Epidermolysis bullosa is a rare disease in which the slightest touch – even dressing, for instance – can cause blisters and ulcers. Those with severe forms of the condition live in constant pain and tend to die young from infections or skin cancer.
The disease is caused by any one of several genetic mutations that lead to the outer layer of skin, the epidermis, lifting off from the layer beneath, sometimes in large patches. Now Michele De Luca at the University of Modena and Reggio Emilia in Italy has used gene therapy to help a boy with the condition who was close to death.

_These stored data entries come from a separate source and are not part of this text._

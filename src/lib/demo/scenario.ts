/**
 * The demo scenario: fictional clients and rails, for the demo only.
 * Specs follow the engine's brief schema (SI units, tolerances as fractions).
 */
import type { RailSpecInput } from '../engine/rail-spec';
import type { BriefState } from '../platform/db/schema';
import type { Role } from '../platform/auth/roles';

export const DEMO_PASSWORD = 'railwright-demo';

export interface DemoPerson {
  key: string;
  name: string;
  email: string;
  role: Role;
  company?: string;
  /** Lines of the address the balance invoice is billed to. */
  billingAddress?: string;
}

export const DEMO_PEOPLE: DemoPerson[] = [
  { key: 'admin', name: 'Maren Holt', email: 'admin@demo.railwright.test', role: 'admin' },
  { key: 'engineer', name: 'Idris Valcourt', email: 'engineer@demo.railwright.test', role: 'engineer' },
  {
    key: 'client',
    name: 'Priya Anand',
    email: 'client@demo.railwright.test',
    role: 'client',
    company: 'Fernhill Sensing Ltd',
    billingAddress: 'Fernhill Sensing Ltd\nAccounts payable\n12 Orchard Row\nLinwick LW4 9TD',
  },
  {
    key: 'quillon',
    name: 'Jonas Brekke',
    email: 'jonas@quillon.demo.railwright.test',
    role: 'client',
    company: 'Quillon Bench Instruments',
  },
  { key: 'harrow', name: 'Lucía Ferrand', email: 'lucia@harrowgate.demo.railwright.test', role: 'client', company: 'Harrowgate Controls' },
  {
    key: 'aster',
    name: 'Dr Tomasz Wren',
    email: 'wren@asterlab.demo.railwright.test',
    role: 'client',
    company: 'Aster Detector Laboratory',
  },
];

export interface DemoBrief {
  key: string;
  owner: string;
  title: string;
  state: BriefState;
  notes: string;
  /** Days before the seed time that the brief was submitted (drafts have none). */
  submittedDaysAgo?: number;
  /** The engineer's note on revision 1, for briefs that have been reviewed. */
  revisionNote?: string;
  /**
   * How far the quote of revision 1 has gone: sent to the client, accepted and its deposit paid,
   * the design delivered and its balance paid, or declined by the client.
   */
  quote?: 'sent' | 'deposit-paid' | 'paid-in-full' | 'declined';
  /** The client's purchase-order number given on acceptance. */
  purchaseOrder?: string;
  /** The client's reason, for a declined quote. */
  declineReason?: string;
  /** What the engineer asked the client to change, for a brief sent back (state `changes-requested`). */
  changeRequest?: string;
  /** The thread with the client, oldest first, starting two days after submission. */
  messages?: { by: 'client' | 'engineer'; body: string }[];
  spec: RailSpecInput;
}

export const DEMO_BRIEFS: DemoBrief[] = [
  {
    key: 'logger-battery',
    owner: 'client',
    title: 'Field logger, 5 V from a 12 V lead-acid battery',
    state: 'paid-in-full',
    submittedDaysAgo: 34,
    revisionNote: 'Buck from the battery; efficient across the whole charge range, no heatsink needed.',
    quote: 'paid-in-full',
    purchaseOrder: 'FS-PO-2231',
    notes: 'Logger and modem in a roadside cabinet; the battery is kept on float by a solar charger.',
    spec: {
      input: { vMin: 11.5, vNom: 12.6, vMax: 14.4, rippleVpp: 0.05, source: 'battery' },
      output: { v: 5, tolerance: 0.05, iMin: 0.02, iTyp: 0.15, iMax: 0.4 },
      noise: { class: 'digital' },
      thermal: { ambientMaxC: 55, airflow: 'enclosed' },
    },
  },
  {
    key: 'sensor-node',
    owner: 'client',
    title: 'Soil-moisture node, 3.3 V from one Li-ion cell',
    state: 'deposit-paid',
    submittedDaysAgo: 12,
    revisionNote: 'Buck-boost keeps 3.3 V across the whole discharge; quiescent current checked for the sleep budget.',
    quote: 'deposit-paid',
    notes: 'Node sleeps most of the time; radio bursts of about 120 mA every 15 minutes. Cell runs from 4.2 V down to 3.0 V.',
    spec: {
      input: { vMin: 3.0, vNom: 3.7, vMax: 4.2, rippleVpp: 0, source: 'battery' },
      output: { v: 3.3, tolerance: 0.05, iMin: 0.0005, iTyp: 0.02, iMax: 0.15 },
      noise: { class: 'sensor' },
      thermal: { ambientMaxC: 50, airflow: 'enclosed' },
    },
  },
  {
    key: 'sensor-gateway',
    owner: 'client',
    title: 'Gateway logic rail, 5 V from a 12 V adapter',
    state: 'draft',
    notes: 'Still deciding on the adapter; a 12 V, 1 A brick is likely.',
    spec: {
      input: { vMin: 10.8, vNom: 12, vMax: 13.2, rippleVpp: 0.1, source: 'adapter' },
      output: { v: 5, tolerance: 0.05, iMin: 0.05, iTyp: 0.3, iMax: 0.6 },
      noise: { class: 'digital' },
      thermal: { ambientMaxC: 45, airflow: 'still-air' },
    },
  },
  {
    key: 'bench-analog',
    owner: 'quillon',
    title: 'Bench meter analog front-end, quiet 12 V',
    state: 'quoted',
    submittedDaysAgo: 6,
    revisionNote: 'Switcher with an LC post-filter meets the 0.5 mV budget at far less heat than a linear from the rectified input.',
    quote: 'sent',
    messages: [
      {
        by: 'client',
        body: 'Before we accept: will the switcher’s frequency land inside our 1–10 kHz measurement band, or alias into it?',
      },
      {
        by: 'engineer',
        body: 'No — it runs at several hundred kHz, and the LC post-filter takes its ripple below the 0.5 mV budget. The quote’s design section lists the figures; the test report will include a spectrum of the rail.',
      },
    ],
    notes: 'Feeds a 24-bit ADC reference buffer and op-amps; the ripple budget is tight.',
    spec: {
      input: { vMin: 16, vNom: 18, vMax: 20, rippleVpp: 1.2, source: 'rectified' },
      output: { v: 12, tolerance: 0.05, iMin: 0.01, iTyp: 0.08, iMax: 0.15 },
      noise: { class: 'precision', maxRippleVpp: 0.0005 },
      thermal: { ambientMaxC: 40, airflow: 'still-air' },
    },
  },
  {
    key: 'controller-24v',
    owner: 'harrow',
    title: 'PLC I/O card, 5 V at 1.5 A from the 24 V bus',
    state: 'in-review',
    submittedDaysAgo: 3,
    revisionNote: 'First pass as briefed; check the load-dump clamp level with the client before quoting.',
    quote: 'declined',
    declineReason: 'Our bus clamps load dumps at 36 V, not 30 V — the quote is for the wrong input range. Please quote again for 18–36 V.',
    notes: 'Cabinet reaches 55 °C in summer. The 24 V bus sags to 18 V during motor starts and reaches 30 V on load dump clamps.',
    spec: {
      input: { vMin: 18, vNom: 24, vMax: 30, rippleVpp: 0.5, source: 'bus' },
      output: { v: 5, tolerance: 0.05, iMin: 0.1, iTyp: 0.9, iMax: 1.5 },
      noise: { class: 'digital' },
      thermal: { ambientMaxC: 55, airflow: 'enclosed' },
    },
  },
  {
    key: 'motor-logic',
    owner: 'harrow',
    title: 'Drive controller logic, 3.3 V from the 48 V bus',
    state: 'changes-requested',
    submittedDaysAgo: 2,
    changeRequest:
      'Before we can quote: does the 60 V maximum include the spikes from regenerative braking? And please give the load step of the gate-driver logic — the brief has only the 0.5 A maximum.',
    notes: 'Logic and gate-driver supply for a 48 V motor drive; the bus also feeds the motor.',
    spec: {
      input: { vMin: 36, vNom: 48, vMax: 60, rippleVpp: 0.5, source: 'bus' },
      output: { v: 3.3, tolerance: 0.03, iMin: 0.01, iTyp: 0.2, iMax: 0.5 },
      noise: { class: 'digital' },
      thermal: { ambientMaxC: 50, airflow: 'enclosed' },
    },
  },
  {
    key: 'detector-hv',
    owner: 'aster',
    title: 'Detector bias, 150 V from a 300–350 V supply',
    state: 'submitted',
    submittedDaysAgo: 1,
    notes: 'Bias for a drift detector; the lab already has a 300–350 V rectified supply. Load is small but must be stable.',
    spec: {
      input: { vMin: 300, vNom: 325, vMax: 350, rippleVpp: 4, source: 'rectified' },
      output: { v: 150, tolerance: 0.08, iMin: 0.002, iTyp: 0.01, iMax: 0.02 },
      noise: { class: 'sensor', maxRippleVpp: 0.01 },
      thermal: { ambientMaxC: 35, airflow: 'still-air' },
    },
  },
];

/** The consultancy's demo prices (integer minor units; hours per topology and per complexity driver). */
export const DEMO_RATE_CARD = {
  id: 1,
  currency: 'EUR',
  hourlyRateMinor: 11_500,
  designHoursByTopology: {
    shunt: 3,
    linear: 5,
    'linear-predrop': 10,
    buck: 12,
    boost: 12,
    'buck-boost': 16,
    'buck+linear': 16,
  },
  complexityHours: { highVoltage: 6, tightNoise: 4, heatsink: 3, perRevision: 1.5 },
  hvReviewMinor: 48_000,
  prototypePerUnitMinor: 9_500,
  testReportMinor: 36_000,
  taxRateBp: 2_000,
  depositBp: 3_000,
  validityDays: 30,
  registrationNumber: '08812734',
  taxId: 'EU372918455',
};
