// Schematic drawings of a designed option: pure (engine types in, SVG text out), the same in the
// browser, on the server, in the PDF and in the download. Symbols after IEC 60617 (symbols.ts).
import type { Option } from '../engine/types.ts';
import { HAZARD_V } from './board.ts';
import { layoutOption, type RailFigures } from './layouts.ts';
import { boardSvg } from './svg.ts';
import { valueText } from './words.ts';

export type { RailFigures };
export { HAZARD_V };

export interface Schematic {
  svg: string;
  /** Nets as drawn: each the sorted `REF.pin` names its wires join (`GND` for the earth symbols). */
  nets: string[][];
  /** Control pins (feedback, an IC's supply) the power-path comparison with the SPICE export leaves out. */
  signalPins: string[];
  /** Whether a net may exceed the extra-low-voltage limit. */
  hazardous: boolean;
}

/** The brief's figures the terminals print: the input range, the set point and the largest load. */
export function railFiguresOf(spec: { input: { vMin: number; vMax: number }; output: { v: number; iMax: number } }): RailFigures {
  return { vIn: { min: spec.input.vMin, max: spec.input.vMax }, vOut: spec.output.v, iMax: spec.output.iMax };
}

export const HAZARD_NOTE = `Marked nets may exceed ${HAZARD_V} V DC: dangerous voltage. Isolate and discharge before touching; local codes and licensed practice apply.`;

/** The option's circuit drawn; `id` keeps the drawing's title and description ids unique on a page. */
export function drawSchematic(option: Option, rail: RailFigures, id = 'schematic'): Schematic {
  const board = layoutOption(option, rail);
  const hazardous = board.hazardNets.length > 0;
  const parts = option.components.map((c) => [c.ref, c.part, valueText(c)].filter(Boolean).join(', ')).join('; ');
  const svg = boardSvg(board, {
    id,
    title: `Schematic: ${option.label}`,
    desc: `Input ${rail.vIn.min}–${rail.vIn.max} V, output ${rail.vOut} V. Parts: ${parts}.${hazardous ? ` ${HAZARD_NOTE}` : ''}`,
    notes: hazardous ? [HAZARD_NOTE] : [],
  });
  return {
    svg,
    nets: board.sheet.connections(),
    signalPins: board.sheet.pins.filter((p) => p.signal).map((p) => `${p.ref}.${p.name}`),
    hazardous,
  };
}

The then 7-year-old, from Syria, was admitted to a hospital in Germany in 2015 with widespread skin infections. Soon after, most of his skin came away. “The prognosis was very poor,” says De Luca. “You simply can’t live without your epidermis.”
He and his team took a 4-centimetre-square patch of remaining skin and genetically altered the cells in a dish, correcting the mutation. They then grew the cells into sheets of skin, which were grafted onto the boy’s body, covering around 80 per cent of him.
Two years since treatment, the boy is now living a normal life, says De Luca. “I believe that the regenerated epidermis will last for a very long time, probably forever.”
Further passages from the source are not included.